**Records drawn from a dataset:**
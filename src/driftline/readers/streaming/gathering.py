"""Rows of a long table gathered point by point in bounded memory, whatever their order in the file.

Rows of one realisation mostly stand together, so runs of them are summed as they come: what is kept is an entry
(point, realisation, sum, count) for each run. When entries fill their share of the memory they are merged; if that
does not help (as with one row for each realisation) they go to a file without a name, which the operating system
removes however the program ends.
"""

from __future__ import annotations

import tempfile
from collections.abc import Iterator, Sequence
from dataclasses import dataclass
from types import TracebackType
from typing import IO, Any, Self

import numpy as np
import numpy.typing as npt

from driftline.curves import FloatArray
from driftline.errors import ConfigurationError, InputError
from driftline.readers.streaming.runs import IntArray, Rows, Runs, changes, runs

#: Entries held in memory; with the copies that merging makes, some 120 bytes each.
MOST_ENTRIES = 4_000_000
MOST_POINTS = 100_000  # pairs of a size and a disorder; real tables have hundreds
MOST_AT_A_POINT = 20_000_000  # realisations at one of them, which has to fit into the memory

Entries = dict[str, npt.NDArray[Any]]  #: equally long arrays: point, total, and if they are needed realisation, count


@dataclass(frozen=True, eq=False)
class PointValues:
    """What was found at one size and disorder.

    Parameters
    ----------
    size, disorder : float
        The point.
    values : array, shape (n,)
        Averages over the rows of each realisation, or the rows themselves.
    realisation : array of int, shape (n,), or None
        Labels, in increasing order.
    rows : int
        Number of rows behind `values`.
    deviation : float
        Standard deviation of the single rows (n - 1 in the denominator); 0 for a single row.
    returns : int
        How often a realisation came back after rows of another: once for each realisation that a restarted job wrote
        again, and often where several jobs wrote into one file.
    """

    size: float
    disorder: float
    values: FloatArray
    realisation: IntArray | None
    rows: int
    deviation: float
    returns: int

**Goal of the exercise:**
Say how many lines in the data hold the string "numpy". No other content should accompany the number.

**Answer:**
2